You have read the short story “Tell-Tale Heart.”  Write an essay describing a characteristic of the main character and how it propels the action to the conclusion of the story.  Be sure to use specific evidence to support your response.

Student Response

“You fancy me mad.  Madmen know nothing.”  These are the thoughts of the unnamed narrator from Edgar Allan Poe’s short story “Tell-Tale Heart.”  The narrator spends much of the story trying to convince the audience that he is not crazy while he ironically explains a murder he has committed.  As the story ends, the narrator shouts to unknowing police what he has done.  In “Tell-Tale Heart,” the narrator displays paranoia throughout the story which propels him to admit his wrongdoing at the conclusion.

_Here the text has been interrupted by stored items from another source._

"""Three-dimensional structures from connections alone, through RDKit and a force field."""

from collections.abc import Iterator
from contextlib import contextmanager
from typing import Any

from plumbrule_core.documents.species import Atom
from plumbrule_core.elements import ELEMENTS
from plumbrule_core.errors import Unreadable
from plumbrule_core.geometry.draft import Draft, check_size, in_range, symbol_of

SEED = 20250
"""The same connections give the same structure, every time."""
DECIMALS = 8
"""Coordinates are rounded to these, in angstrom."""
LONGEST_BUILD = 30
"""Seconds after which placing the atoms is given up."""
MOST_BUILT = 200
"""Atoms; a chain of 180 takes five seconds, beyond 300 placing them begins to fail (measured)."""
FORCE_FIELD_STEPS = 2000
PIECE_GAP = 3.0
"""Angstrom between unbonded pieces before the force field moves them; about a van der Waals contact."""
PROBLEMS = {
    "AtomValenceException": "has more bonds than it can have",
    "AtomKekulizeException": "is marked aromatic outside a ring",
    "KekulizeException": "stands in an aromatic ring to which no alternating bonds can be given",
}


@contextmanager
def library_refusals(where: str) -> Iterator[None]:
    """Keeps RDKit quiet, and turns whatever it or we refuse into Unreadable with `where` in front."""
    from rdkit import Chem, rdBase

    with rdBase.BlockLogs():
        try:
            yield
        except Unreadable as error:
            raise Unreadable(f"{where}: {error}") from None
        except (RuntimeError, Chem.MolSanitizeException):
            raise Unreadable(f"{where}: its bonds and marks contradict one another") from None


def sanitised(molecule: Any) -> Any:
    """The RDKit molecule checked for sense; raises Unreadable naming the atoms at fault."""
    from rdkit import Chem

    problems = Chem.DetectChemistryProblems(molecule)
    if problems:
        raise Unreadable("; ".join(dict.fromkeys(_problem(molecule, problem) for problem in problems)))
    Chem.SanitizeMol(molecule)
    return molecule


def build(molecule: Any, title: str = "") -> Draft:
    """A draft with hydrogens and coordinates for a sane RDKit molecule.

    Raises Unreadable where no structure can be found. Placed by distance geometry with a
    fixed seed, then relaxed with MMFF94, or UFF where that lacks parameters.
    """
    from rdkit import Chem

    check_elements(molecule)
    full = Chem.AddHs(molecule)
    _check_buildable(full.GetNumAtoms())
    placed = _side_by_side([_placed(piece) for piece in Chem.GetMolFrags(full, asMols=True)])
    relaxed = _relax(placed)
    notes = ("force field, not optimised" if relaxed else "placed by distances alone, not optimised",)
    return Draft(
        atoms=atoms_of(placed),
        charge=Chem.GetFormalCharge(placed),
        multiplicity=multiplicity_of(placed),
        title=title,
        notes=notes,
    )


def atoms_of(molecule: Any) -> tuple[Atom, ...]:
    """The atoms of an RDKit molecule in angstrom; raises Unreadable if one is too far out."""
    positions = molecule.GetConformer().GetPositions()
    try:
        return tuple(
            Atom(symbol=atom.GetSymbol(), x=x, y=y, z=z)
            for atom, place in zip(molecule.GetAtoms(), positions, strict=True)
            for x, y, z in [[in_range(round(float(value), DECIMALS)) for value in place]]
        )
    except ValueError as error:
        raise Unreadable(str(error)) from None


def multiplicity_of(molecule: Any) -> int | None:
    """High spin of the radical electrons; None (not stated) for a lone atom or where there are none."""
    radicals = sum(atom.GetNumRadicalElectrons() for atom in molecule.GetAtoms())
    return radicals + 1 if radicals and molecule.GetNumAtoms() > 1 else None


def isotopes_left_out(molecule: Any) -> tuple[str, ...]:
    """The note that an RDKit molecule had isotopes, where it had."""
    marked = any(atom.GetIsotope() for atom in molecule.GetAtoms())
    return ("its isotopes read as the common ones",) if marked else ()


def check_elements(molecule: Any) -> None:
    """Raise Unreadable where an atom of an RDKit molecule is no element up to radon."""
    wrong = []
    for number, atom in enumerate(molecule.GetAtoms(), start=1):
        if atom.GetSymbol() not in ELEMENTS or atom.GetAtomicNum() == 0:
            try:
                symbol_of(atom.GetSymbol())
            except ValueError as error:
                wrong.append(f"atom {number}: {error}")
    if wrong:
        raise Unreadable("; ".join(wrong))


def _check_buildable(atoms: int) -> None:
    check_size(atoms)
    if atoms > MOST_BUILT:
        raise Unreadable(
            f"{atoms} atoms are too many to build from connections alone (at most {MOST_BUILT}); "
            "give a file with coordinates instead"
        )


def _problem(molecule: Any, problem: Any) -> str:
    says = PROBLEMS.get(problem.GetType(), "cannot be as it is drawn")
    index = problem.GetAtomIdx() if hasattr(problem, "GetAtomIdx") else problem.GetAtomIndices()[0]
    return f"atom {index + 1} ({molecule.GetAtomWithIdx(index).GetSymbol()}) {says}"


def _placed(piece: Any) -> Any:
    from rdkit.Chem import rdDistGeom

    choices: Any = rdDistGeom.ETKDGv3()
    choices.randomSeed = SEED
    choices.timeout = LONGEST_BUILD
    for random_start in (False, True):
        choices.useRandomCoords = random_start
        try:
            if rdDistGeom.EmbedMolecule(piece, choices) == 0:
                return piece
        except RuntimeError:
            continue
    raise Unreadable(
        "no three-dimensional structure could be built from it; give a file with coordinates instead"
    )


def _side_by_side(pieces: list[Any]) -> Any:
    from rdkit import Chem
    from rdkit.Geometry import Point3D

    whole, edge = pieces[0], 0.0
    for number, piece in enumerate(pieces):
        spread = piece.GetConformer().GetPositions()[:, 0]
        shift = edge - spread.min()
        edge += spread.max() - spread.min() + PIECE_GAP
        whole = Chem.CombineMols(whole, piece, Point3D(float(shift), 0.0, 0.0)) if number else whole
        if number == 0:
            edge += spread.min()
    Chem.SanitizeMol(whole)
    return whole


def _relax(molecule: Any) -> bool:
    from rdkit.Chem import rdForceFieldHelpers as fields

    if molecule.GetNumAtoms() == 1:
        return True
    if fields.MMFFHasAllMoleculeParams(molecule):
        return fields.MMFFOptimizeMolecule(molecule, maxIters=FORCE_FIELD_STEPS) >= 0
    if fields.UFFHasAllMoleculeParams(molecule):
        return fields.UFFOptimizeMolecule(molecule, maxIters=FORCE_FIELD_STEPS) >= 0
    return False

In the beginning, the author portrays the narrator as paranoid through the narrator’s thoughts and actions.  The narrator begins the story by asking the audience why they would call him a madman but goes on in the second paragraph and describes his future victim as, “He had the eye of a vulture –a pale blue eye, with a film over it. Whenever it fell upon me, my blood ran cold; and so by degrees –very gradually –I made up my mind to take the life of the old man, and thus rid myself of the eye forever.”  Murder is not a normal action to take just to avoid something that is annoying.  The man’s eye is not the narrator’s problem; however, he feels he must kill the man so that the eye no longer bothers him.  These selfish thoughts contribute to the audience’s understanding of the narrator’s life of paranoia.

By the end of the story, the narrator’s paranoia is even more apparent as he continues to question himself.  As the police come to investigate the disappearance of the old man, the narrator begins to think he hears the old man and wonders if the police can hear him as well.  In paragraphs nine and ten, the narrator can no longer keep his composure, “And still the men chatted pleasantly, and smiled. Was it possible they heard not? Almighty God! –no, no! They heard! –they suspected! –they knew! –they were making a mockery of my horror!-this I thought, and this I think. But anything was better than this agony… ‘Villains!’ I shrieked, ‘dissemble no more! I admit the deed! –tear up the planks! here, here! –It is the beating of his hideous heart!’”  Even though the police do not seem to suspect the narrator at all, he cannot control his paranoia during their conversation.  His guilt disturbs him so much that he even thinks he can hear the dead man’s heart beating.  No longer thinking he can get away with the murder because the police surely can hear the dead man as well, he admits he killed the old man at the conclusion of the story.

Because of the narrator’s obsession, he feels he must kill the old man because of his unusual eye, but this action propels his paranoia to make him feel he can no longer get away with the murder and admit his crime at the story’s end.  Through the use of a narrator, Poe wrote a suspenseful story in which the narrator constantly questions himself leading the audience to never know what could happen next.